A Document Ensemble Clustering Approach Via Dimensionality Reduction
Xingzhi Li,Zhiwei Wang,Qi Lang,Xiaodong Liu
DOI: https://doi.org/10.23919/ccc63176.2024.10661621
2024-01-01
Abstract:The internet’s rapid expansion has generated abundant text data, posing a formidable challenge in extracting key information, where document clustering demonstrates its powerful role. Previously, many people commonly used a single clustering method, which may not be suitable for certain datasets. Additionally, documents are often represented as high-dimensional vectors, leading to the curse of dimensionality and sparsity issues, and clustering algorithms’ effectiveness in high-dimensional spaces is limited. Therefore, this paper proposes a document ensemble clustering method based on dimensionality reduction, which can overcome the limitations caused by using a single clustering method, making it more suitable for the majority of text data.

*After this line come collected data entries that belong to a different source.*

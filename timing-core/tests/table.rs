//! The fixed-point table lookup: validation refuses inconsistent layouts,
//! interpolation reproduces linear data exactly (up to the final rounding),
//! and any code pair at all, in range or not, gives a result without panic.

use timing_core::table::{
    DelayTable, Fallback, GridLayout, Layout, RatioLayout, Sensing, TableError,
};
use timing_core::{AdcCode, CodeRange, Ticks};

fn sensing() -> Sensing {
    Sensing {
        vin: CodeRange { lo: 2000, hi: 3000 },
        io: CodeRange { lo: 300, hi: 2000 },
        io_zero: 100,
        zvs_io_mul: 1000,
        zvs_vin_mul: 500,
    }
}

fn ratio(nodes: u16) -> Layout {
    // q = (v << 8) / (i - 100): from 2000*256/1900 = 269 to 3000*256/200 = 3840.
    Layout::Ratio(RatioLayout {
        ratio_shift: 8,
        q_lo: 256,
        step_shift: 5,
        nodes,
    })
}

#[test]
fn ratio_lookup_interpolates_linear_data_exactly() {
    // Entries linear in q: ticks(q) = 10 + q/32 (frac_bits 4 -> entry = 16*ticks).
    let nodes = 113u16; // 256 + 112*32 = 3840
                        // q_lo = 256 -> ticks 10 + 8 at node 0, one more per node.
    let entries: Vec<u16> = (0..nodes).map(|k| 16 * (10 + 8 + k)).collect();
    let t = DelayTable::new(
        sensing(),
        ratio(nodes),
        4,
        Fallback::Valley,
        entries.as_slice(),
    )
    .unwrap();
    for v in (2000u16..=3000).step_by(37) {
        for i in (300u16..=2000).step_by(41) {
            let q = (u32::from(v) << 8) / u32::from(i - 100);
            let expect = 10.0 + f64::from(q) / 32.0;
            let got = t.delay(AdcCode::new(v), AdcCode::new(i)).ticks.get();
            assert!(
                (f64::from(got) - expect).abs() <= 0.5,
                "v {v} i {i}: {got} vs {expect}"
            );
        }
    }
}

#[test]
fn grid_lookup_interpolates_bilinear_data_exactly() {
    let g = GridLayout {
        vin_shift: 4,
        io_shift: 5,
        rows: 64, // 63*16 = 1008 >= 1000
        cols: 55, // 54*32 = 1728 >= 1700
    };
    // ticks = 20 + r + 2c at node (r, c); frac_bits 3.
    let mut entries = Vec::new();
    for r in 0..g.rows {
        for c in 0..g.cols {
            entries.push(8 * (20 + r + 2 * c));
        }
    }
    let t = DelayTable::new(
        sensing(),
        Layout::Grid(g),
        3,
        Fallback::Valley,
        entries.as_slice(),
    )
    .unwrap();
    for v in (2000u16..=3000).step_by(13) {
        for i in (300u16..=2000).step_by(17) {
            let expect = 20.0 + f64::from(v - 2000) / 16.0 + 2.0 * f64::from(i - 300) / 32.0;
            let got = t.delay(AdcCode::new(v), AdcCode::new(i)).ticks.get();
            assert!(
                (f64::from(got) - expect).abs() <= 0.5 + 1e-9,
                "v {v} i {i}: {got} vs {expect}"
            );
        }
    }
}

/// A ratio table over `entries` (4 fraction bits) with a fixed fallback of
/// 77 ticks.
fn ratio_table_fixed_77(entries: &[u16]) -> DelayTable<&[u16]> {
    DelayTable::new(
        sensing(),
        ratio(entries.len() as u16),
        4,
        Fallback::Fixed(Ticks::new(77)),
        entries,
    )
    .unwrap()
}

#[test]
fn any_code_pair_clamps_and_never_panics() {
    let entries = vec![u16::MAX; 113];
    let t = ratio_table_fixed_77(&entries);
    for v in (0..=u16::MAX).step_by(97).chain([0, u16::MAX]) {
        for i in (0..=u16::MAX).step_by(89).chain([0, u16::MAX]) {
            let r = t.delay(AdcCode::new(v), AdcCode::new(i));
            if r.zvs {
                assert_eq!(r.ticks.get(), 4096, "all-max entries give 65535/16 rounded");
            } else {
                assert_eq!(r.ticks.get(), 77);
            }
        }
    }
    // Out-of-range codes give exactly the edge's result.
    let edge = t.delay(AdcCode::new(3000), AdcCode::new(2000));
    assert_eq!(
        t.delay(AdcCode::new(u16::MAX), AdcCode::new(u16::MAX)),
        edge
    );
}

#[test]
fn a_run_along_the_current_codes_is_the_lookup_at_each() {
    // Entries that vary, so a slot taken from the wrong code would show.
    let entries: Vec<u16> = (0..113).map(|k| 16 * 40 + 37 * k).collect();
    let t = ratio_table_fixed_77(&entries);
    // Below, across and above the design range, and across the wrap at
    // 65535.
    for v in [0u16, 1999, 2000, 2471, 3000, u16::MAX] {
        for (first, step) in [(0u16, 1u16), (250, 1), (1900, 2), (65_400, 1), (65_401, 3)] {
            let mut run = [Ticks::new(0); 200];
            t.delays_along_io(AdcCode::new(v), AdcCode::new(first), step, &mut run);
            for (k, got) in run.iter().enumerate() {
                let i = first.wrapping_add(step.wrapping_mul(k as u16));
                assert_eq!(
                    *got,
                    t.delay(AdcCode::new(v), AdcCode::new(i)).ticks,
                    "v {v} i {i}"
                );
            }
        }
    }
}

#[test]
fn inconsistent_tables_are_refused() {
    let e = vec![0u16; 113];
    let ok = |l, f, s: Sensing| DelayTable::new(s, l, f, Fallback::Valley, e.as_slice());
    assert!(
        matches!(ok(ratio(100), 4, sensing()), Err(TableError::Layout(_))),
        "nodes must cover the range"
    );
    assert!(
        matches!(ok(ratio(113), 12, sensing()), Err(TableError::Layout(_))),
        "step + frac <= 16"
    );
    let mut s = sensing();
    s.io_zero = 300;
    assert!(
        matches!(ok(ratio(113), 4, s), Err(TableError::Layout(_))),
        "io range above the zero"
    );
    let mut s = sensing();
    s.vin = CodeRange { lo: 3000, hi: 2000 };
    assert!(
        matches!(ok(ratio(113), 4, s), Err(TableError::Layout(_))),
        "empty range"
    );
    let short = vec![0u16; 112];
    assert!(matches!(
        DelayTable::new(sensing(), ratio(113), 4, Fallback::Valley, short.as_slice()),
        Err(TableError::EntryCount {
            expected: 113,
            found: 112
        })
    ));
    let big_shift = Layout::Ratio(RatioLayout {
        ratio_shift: 21,
        q_lo: 0,
        step_shift: 1,
        nodes: 2,
    });
    assert!(
        matches!(ok(big_shift, 0, sensing()), Err(TableError::Layout(_))),
        "vin << shift must fit 32 bits"
    );
}

#[test]
fn log_ratio_lookup_interpolates_linear_data_exactly() {
    use timing_core::table::{log_index, LogRatioLayout};
    // q from 269 (octave 8) to 3840 (octave 11); 2^4 nodes per octave.
    let (e_lo, m) = (8u32, 4u32);
    let nodes = log_index(3840, e_lo, m).0 as u16 + 2;
    let node_q = |k: u32| ((16 + (k & 15)) << (e_lo + (k >> 4) - m)) as f64;
    // ticks = 5 + q/64, frac_bits 6.
    let entries: Vec<u16> = (0..u32::from(nodes))
        .map(|k| ((5.0 + node_q(k) / 64.0) * 64.0) as u16)
        .collect();
    let layout = Layout::LogRatio(LogRatioLayout {
        ratio_shift: 8,
        mant_bits: m as u8,
        e_lo: e_lo as u8,
        nodes,
    });
    let t = DelayTable::new(sensing(), layout, 6, Fallback::Valley, entries.as_slice()).unwrap();
    for v in (2000u16..=3000).step_by(29) {
        for i in (300u16..=2000).step_by(31) {
            let q = (u32::from(v) << 8) / u32::from(i - 100);
            let expect = 5.0 + f64::from(q) / 64.0;
            let got = t.delay(AdcCode::new(v), AdcCode::new(i)).ticks.get();
            assert!(
                (f64::from(got) - expect).abs() <= 0.5,
                "v {v} i {i}: {got} vs {expect}"
            );
        }
    }
    // Node positions: the octave boundary 2^9 is node 16 exactly.
    assert_eq!(log_index(512, e_lo, m), (16, 0, 5));
    assert_eq!(log_index(511, e_lo, m), (15, 15, 4));
}

#[test]
fn log2_q15_against_libm() {
    use timing_core::table::log2::{log2_q15, LOG2_Q15_MAX_ERROR};
    let mut worst = 0.0f64;
    for c in 1u32..=65535 {
        let got = f64::from(log2_q15(c)) / 32768.0;
        let err = (got - f64::from(c).log2()).abs();
        worst = worst.max(err);
    }
    println!("log2_q15 worst error {worst:.3e}");
    assert!(worst <= LOG2_Q15_MAX_ERROR, "{worst:e}");
    assert_eq!(log2_q15(1), 0);
    assert_eq!(log2_q15(32768), 15 << 15);
    assert_eq!(log2_q15(0), 0);
    for t in 1u32..=1 << 20 {
        assert_eq!(
            timing_core::table::log2::floor_log2(t),
            31 - t.leading_zeros()
        );
    }
    assert_eq!(timing_core::table::log2::floor_log2(u32::MAX), 31);
    for t in 1u32..1 << 16 {
        assert_eq!(
            timing_core::table::log2::floor_log2_16(t),
            31 - t.leading_zeros()
        );
    }
}

#[test]
fn log_volt_lookup_interpolates_bilinear_data_exactly() {
    use timing_core::table::{log_ratio_index, LogVoltLayout};
    let s = sensing();
    // lambda over the range: corners (log2_q15 is non-decreasing).
    let l_min = log_ratio_index(2000, 2000 - 100);
    let l_max = log_ratio_index(3000, 300 - 100);
    let step = 12u32;
    let lambda_lo = l_min - 100;
    let cols = ((l_max - lambda_lo) >> step) as u16 + 2;
    let g = LogVoltLayout {
        lambda_lo,
        step_shift: step as u8,
        cols,
        vin_shift: 6,
        rows: 17, // 16 * 64 = 1024 >= 1000
    };
    // ticks = 30 + 3 k + r/2 at node (r, k), frac_bits 4: linear in lambda
    // and in the voltage code, so interpolation reproduces it up to the
    // rounding of each row (half an entry unit) and the final rounding.
    let mut entries = Vec::new();
    for r in 0..g.rows {
        for k in 0..g.cols {
            entries.push(16 * (30 + 3 * k) + 8 * r);
        }
    }
    let t = DelayTable::new(
        s,
        Layout::LogVolt(g),
        4,
        Fallback::Valley,
        entries.as_slice(),
    )
    .unwrap();
    for v in (2000u16..=3000).step_by(11) {
        for i in (300u16..=2000).step_by(13) {
            let l = log_ratio_index(u32::from(v), u32::from(i - 100));
            let k = f64::from(l - lambda_lo) / f64::from(1u32 << step);
            let expect = 30.0 + 3.0 * k + f64::from(v - 2000) / 64.0 / 2.0;
            let got = t.delay(AdcCode::new(v), AdcCode::new(i)).ticks.get();
            assert!(
                (f64::from(got) - expect).abs() <= 0.5 + 1.0 / 32.0 + 1e-9,
                "v {v} i {i}: {got} vs {expect}"
            );
        }
    }
    // A layout whose rows stop short of the range is refused.
    let short = LogVoltLayout { rows: 16, ..g };
    let e = vec![0u16; usize::from(short.rows) * usize::from(cols)];
    assert!(matches!(
        DelayTable::new(s, Layout::LogVolt(short), 4, Fallback::Valley, e.as_slice()),
        Err(TableError::Layout(_))
    ));
    // vin_shift + frac_bits > 16 could overflow 32 bits: refused.
    assert!(matches!(
        DelayTable::new(
            s,
            Layout::LogVolt(g),
            11,
            Fallback::Valley,
            entries.as_slice()
        ),
        Err(TableError::Layout(_))
    ));
}

#[test]
fn margin_lookup_interpolates_bilinear_data_exactly() {
    use timing_core::table::MarginLayout;
    let s = sensing();
    // d = (i - zero) * 16 + offset - v * 5: the line i - zero = 5 v / 16
    // (625 codes at v = 2000) is d = offset, the column line k = 12 for the
    // offset 12 * 1024, the least multiple of the step with d >= 0 at the
    // smallest current and highest voltage.
    let mut g = MarginLayout {
        io_mul: 16,
        vin_mul: 5,
        offset: 0,
        step_shift: 10,
        cols: 2,
        vin_shift: 6,
        rows: 17,
    };
    g.offset = 12 * 1024;
    let d = |v: u16, i: u16| i64::from(i - 100) * 16 + i64::from(g.offset) - i64::from(v) * 5;
    assert!(d(3000, 300) >= 0);
    g.cols = (d(2000, 2000) >> 10) as u16 + 2;
    assert_eq!(
        d(2000, 725) % 1024,
        0,
        "the line sits on a column at v = 2000"
    );
    // ticks = 30 + 3 k + r/2 at node (r, k), frac_bits 4: linear in d and
    // in the voltage code, so interpolation reproduces it up to the
    // rounding of each row (half an entry unit) and the final rounding.
    let mut entries = Vec::new();
    for r in 0..g.rows {
        for k in 0..g.cols {
            entries.push(16 * (30 + 3 * k) + 8 * r);
        }
    }
    let t = DelayTable::new(
        s,
        Layout::Margin(g),
        4,
        Fallback::Valley,
        entries.as_slice(),
    )
    .unwrap();
    for v in (2000u16..=3000).step_by(11) {
        for i in (300u16..=2000).step_by(13) {
            assert_eq!(
                i64::from(g.margin(u32::from(v), u32::from(i - 100))),
                d(v, i)
            );
            let k = d(v, i) as f64 / 1024.0;
            let expect = 30.0 + 3.0 * k + f64::from(v - 2000) / 64.0 / 2.0;
            let got = t.delay(AdcCode::new(v), AdcCode::new(i)).ticks.get();
            assert!(
                (f64::from(got) - expect).abs() <= 0.5 + 1.0 / 32.0 + 1e-9,
                "v {v} i {i}: {got} vs {expect}"
            );
        }
    }
    // A negative slope works the same way (wrapping arithmetic, exact).
    let neg = MarginLayout {
        vin_mul: -5,
        offset: 0,
        cols: ((1900 * 16 + 3000 * 5) >> 10) + 2,
        ..g
    };
    let e = vec![160u16; usize::from(neg.rows) * usize::from(neg.cols)];
    let tn = DelayTable::new(s, Layout::Margin(neg), 4, Fallback::Valley, e.as_slice()).unwrap();
    assert_eq!(
        tn.delay(AdcCode::new(2500), AdcCode::new(900)).ticks.get(),
        10
    );
    // d below zero somewhere in the range: refused.
    let low = MarginLayout {
        offset: g.offset - 1024,
        ..g
    };
    assert!(matches!(
        DelayTable::new(
            s,
            Layout::Margin(low),
            4,
            Fallback::Valley,
            entries.as_slice()
        ),
        Err(TableError::Layout(_))
    ));
    // Columns that stop short of the range: refused.
    let short = MarginLayout {
        cols: g.cols - 1,
        ..g
    };
    let e = vec![0u16; usize::from(short.rows) * usize::from(short.cols)];
    assert!(matches!(
        DelayTable::new(s, Layout::Margin(short), 4, Fallback::Valley, e.as_slice()),
        Err(TableError::Layout(_))
    ));
}

#[test]
fn ratio_volt_lookup_interpolates_bilinear_data_exactly() {
    use timing_core::table::{ratio_bounds, RatioVoltLayout};
    let s = sensing();
    let (q_min, q_max) = ratio_bounds(&s, 12).unwrap();
    let g = RatioVoltLayout {
        ratio_shift: 12,
        q_lo: q_min - 50,
        step_shift: 11,
        cols: ((q_max - (q_min - 50)) >> 11) as u16 + 2,
        vin_shift: 6,
        rows: 17,
    };
    let mut entries = Vec::new();
    for r in 0..g.rows {
        for k in 0..g.cols {
            entries.push(16 * (30 + k) + 8 * r);
        }
    }
    let t = DelayTable::new(
        s,
        Layout::RatioVolt(g),
        4,
        Fallback::Valley,
        entries.as_slice(),
    )
    .unwrap();
    for v in (2000u16..=3000).step_by(11) {
        for i in (300u16..=2000).step_by(13) {
            let q = (u32::from(v) << 12) / u32::from(i - 100);
            let k = f64::from(q - g.q_lo) / 2048.0;
            let expect = 30.0 + k + f64::from(v - 2000) / 64.0 / 2.0;
            let got = t.delay(AdcCode::new(v), AdcCode::new(i)).ticks.get();
            assert!(
                (f64::from(got) - expect).abs() <= 0.5 + 1.0 / 32.0 + 1e-9,
                "v {v} i {i}: {got} vs {expect}"
            );
        }
    }
    // Column 0 above the smallest ratio: refused.
    let late = RatioVoltLayout {
        q_lo: q_min + 1,
        ..g
    };
    assert!(matches!(
        DelayTable::new(
            s,
            Layout::RatioVolt(late),
            4,
            Fallback::Valley,
            entries.as_slice()
        ),
        Err(TableError::Layout(_))
    ));
}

Initially, dimensionality reduction techniques are applied to preprocess document embeddings generated. Subsequently, these embedding vectors are fed into an ensemble clustering module, where distances between samples are computed using multiple clustering methods. By adjusting weights, the distance matrices are subjected to weighted summation to obtain an appropriate distance matrix. Finally, the K-means method is applied to cluster division, yielding the most suitable clusters for extracting the most relevant keywords. The proposed method was evaluated empirically, achieving excellent results on the 20Newsgroups and Reuters-21578 datasets.